### PROBLEM TO WORK ON
From the entries below, copy every line holding the word "subarray".

### EXERCISE INPUT
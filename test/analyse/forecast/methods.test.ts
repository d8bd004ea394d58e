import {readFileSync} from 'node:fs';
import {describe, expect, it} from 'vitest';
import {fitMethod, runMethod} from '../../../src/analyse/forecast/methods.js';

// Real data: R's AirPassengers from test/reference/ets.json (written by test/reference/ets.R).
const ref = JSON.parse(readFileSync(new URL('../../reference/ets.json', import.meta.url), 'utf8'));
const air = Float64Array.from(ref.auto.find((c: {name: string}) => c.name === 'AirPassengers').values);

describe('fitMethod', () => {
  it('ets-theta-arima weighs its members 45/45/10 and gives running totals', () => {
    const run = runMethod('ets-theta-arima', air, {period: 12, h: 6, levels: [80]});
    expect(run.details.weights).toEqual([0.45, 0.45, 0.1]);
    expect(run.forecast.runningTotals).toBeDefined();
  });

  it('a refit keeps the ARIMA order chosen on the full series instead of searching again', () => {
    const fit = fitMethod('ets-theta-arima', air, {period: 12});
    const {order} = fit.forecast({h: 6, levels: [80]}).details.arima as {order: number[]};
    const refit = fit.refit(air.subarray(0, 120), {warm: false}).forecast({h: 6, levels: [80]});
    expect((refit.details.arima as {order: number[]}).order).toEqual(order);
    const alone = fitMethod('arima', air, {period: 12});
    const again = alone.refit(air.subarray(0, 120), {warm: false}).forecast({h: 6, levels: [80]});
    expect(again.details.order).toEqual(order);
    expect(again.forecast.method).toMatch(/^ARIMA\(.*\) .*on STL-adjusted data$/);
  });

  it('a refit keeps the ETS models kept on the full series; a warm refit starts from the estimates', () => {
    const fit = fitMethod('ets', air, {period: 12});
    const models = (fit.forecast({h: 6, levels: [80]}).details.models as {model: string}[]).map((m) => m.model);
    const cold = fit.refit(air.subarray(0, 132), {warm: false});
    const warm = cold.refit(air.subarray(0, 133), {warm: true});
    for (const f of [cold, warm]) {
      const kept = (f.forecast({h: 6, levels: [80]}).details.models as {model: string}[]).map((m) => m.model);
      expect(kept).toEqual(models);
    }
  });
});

* * *

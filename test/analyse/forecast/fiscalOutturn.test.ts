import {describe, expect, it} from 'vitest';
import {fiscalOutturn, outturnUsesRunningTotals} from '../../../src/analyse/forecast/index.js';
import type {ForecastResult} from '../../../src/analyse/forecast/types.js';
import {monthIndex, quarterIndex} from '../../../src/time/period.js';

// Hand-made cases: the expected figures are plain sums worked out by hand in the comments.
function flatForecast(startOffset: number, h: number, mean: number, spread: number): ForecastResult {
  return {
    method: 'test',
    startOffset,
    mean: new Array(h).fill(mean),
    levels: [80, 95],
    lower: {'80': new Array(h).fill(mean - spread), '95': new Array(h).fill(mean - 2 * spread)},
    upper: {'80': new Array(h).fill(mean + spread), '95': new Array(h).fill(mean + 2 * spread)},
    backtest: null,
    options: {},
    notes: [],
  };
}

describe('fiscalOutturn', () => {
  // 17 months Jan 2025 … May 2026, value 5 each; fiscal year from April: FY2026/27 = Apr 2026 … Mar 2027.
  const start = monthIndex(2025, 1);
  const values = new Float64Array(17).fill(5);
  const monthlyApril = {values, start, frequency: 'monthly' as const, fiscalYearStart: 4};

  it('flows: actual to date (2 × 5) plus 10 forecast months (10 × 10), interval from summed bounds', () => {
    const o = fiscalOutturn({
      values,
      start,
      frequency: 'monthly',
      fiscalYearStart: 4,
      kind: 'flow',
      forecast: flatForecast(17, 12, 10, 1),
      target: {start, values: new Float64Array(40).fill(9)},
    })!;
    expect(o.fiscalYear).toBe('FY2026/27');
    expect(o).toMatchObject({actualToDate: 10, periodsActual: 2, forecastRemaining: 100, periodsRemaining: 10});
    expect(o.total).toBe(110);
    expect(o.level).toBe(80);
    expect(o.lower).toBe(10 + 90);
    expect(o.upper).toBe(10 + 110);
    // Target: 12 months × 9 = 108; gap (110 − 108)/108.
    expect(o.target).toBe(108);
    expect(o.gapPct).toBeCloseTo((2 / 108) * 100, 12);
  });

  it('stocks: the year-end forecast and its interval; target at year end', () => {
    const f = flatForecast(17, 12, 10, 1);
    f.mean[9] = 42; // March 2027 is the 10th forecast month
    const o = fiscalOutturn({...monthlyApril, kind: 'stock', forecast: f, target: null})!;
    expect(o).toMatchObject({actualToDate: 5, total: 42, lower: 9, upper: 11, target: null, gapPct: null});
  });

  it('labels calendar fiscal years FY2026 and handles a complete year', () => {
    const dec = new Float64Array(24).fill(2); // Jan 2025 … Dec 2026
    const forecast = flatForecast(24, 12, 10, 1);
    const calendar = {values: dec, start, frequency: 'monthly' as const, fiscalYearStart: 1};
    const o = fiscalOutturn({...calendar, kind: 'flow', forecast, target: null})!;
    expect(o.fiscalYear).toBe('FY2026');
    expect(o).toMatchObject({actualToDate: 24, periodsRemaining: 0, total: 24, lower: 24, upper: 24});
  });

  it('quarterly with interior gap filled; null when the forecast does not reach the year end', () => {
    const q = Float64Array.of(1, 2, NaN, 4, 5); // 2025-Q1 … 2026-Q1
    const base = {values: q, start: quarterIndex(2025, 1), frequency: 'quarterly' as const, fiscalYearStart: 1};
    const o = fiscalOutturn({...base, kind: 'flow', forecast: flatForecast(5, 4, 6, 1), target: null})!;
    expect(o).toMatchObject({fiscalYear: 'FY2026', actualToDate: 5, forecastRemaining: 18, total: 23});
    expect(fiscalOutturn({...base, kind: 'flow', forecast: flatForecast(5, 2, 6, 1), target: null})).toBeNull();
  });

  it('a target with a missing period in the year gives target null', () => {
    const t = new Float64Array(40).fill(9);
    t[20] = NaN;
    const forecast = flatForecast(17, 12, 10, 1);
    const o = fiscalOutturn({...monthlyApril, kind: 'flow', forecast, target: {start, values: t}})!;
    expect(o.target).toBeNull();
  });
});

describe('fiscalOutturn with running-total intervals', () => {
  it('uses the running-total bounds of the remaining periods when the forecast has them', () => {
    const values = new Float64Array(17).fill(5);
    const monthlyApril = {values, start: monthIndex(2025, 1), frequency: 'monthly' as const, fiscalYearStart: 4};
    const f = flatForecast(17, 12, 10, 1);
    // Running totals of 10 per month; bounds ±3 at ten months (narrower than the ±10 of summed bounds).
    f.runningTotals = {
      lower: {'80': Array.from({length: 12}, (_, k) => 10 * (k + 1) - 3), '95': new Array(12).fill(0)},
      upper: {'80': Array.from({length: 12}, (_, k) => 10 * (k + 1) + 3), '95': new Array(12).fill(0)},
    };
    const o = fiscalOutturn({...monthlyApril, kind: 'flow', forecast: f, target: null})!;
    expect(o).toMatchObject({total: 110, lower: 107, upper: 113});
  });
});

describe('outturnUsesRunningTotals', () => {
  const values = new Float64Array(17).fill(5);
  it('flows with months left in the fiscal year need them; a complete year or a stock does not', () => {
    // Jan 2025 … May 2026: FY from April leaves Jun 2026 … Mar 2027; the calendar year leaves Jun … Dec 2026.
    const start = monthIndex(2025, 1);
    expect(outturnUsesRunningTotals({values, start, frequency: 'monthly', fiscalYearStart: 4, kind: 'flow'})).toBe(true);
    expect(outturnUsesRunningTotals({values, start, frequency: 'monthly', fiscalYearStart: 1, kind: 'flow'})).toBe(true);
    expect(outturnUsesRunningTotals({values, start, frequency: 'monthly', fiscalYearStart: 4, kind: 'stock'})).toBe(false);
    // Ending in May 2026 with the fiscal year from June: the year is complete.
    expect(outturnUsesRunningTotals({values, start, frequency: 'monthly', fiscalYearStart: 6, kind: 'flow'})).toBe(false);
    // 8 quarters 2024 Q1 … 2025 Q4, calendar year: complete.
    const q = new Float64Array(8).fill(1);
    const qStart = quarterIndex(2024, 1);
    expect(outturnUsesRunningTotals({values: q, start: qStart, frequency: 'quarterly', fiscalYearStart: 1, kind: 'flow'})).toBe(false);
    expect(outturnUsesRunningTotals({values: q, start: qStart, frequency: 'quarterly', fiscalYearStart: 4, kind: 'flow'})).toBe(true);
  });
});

### RESULT OF THE EXERCISE
    const refit = fit.refit(air.subarray(0, 120), {warm: false}).forecast({h: 6, levels: [80]});
    const again = alone.refit(air.subarray(0, 120), {warm: false}).forecast({h: 6, levels: [80]});
    const cold = fit.refit(air.subarray(0, 132), {warm: false});
    const warm = cold.refit(air.subarray(0, 133), {warm: true});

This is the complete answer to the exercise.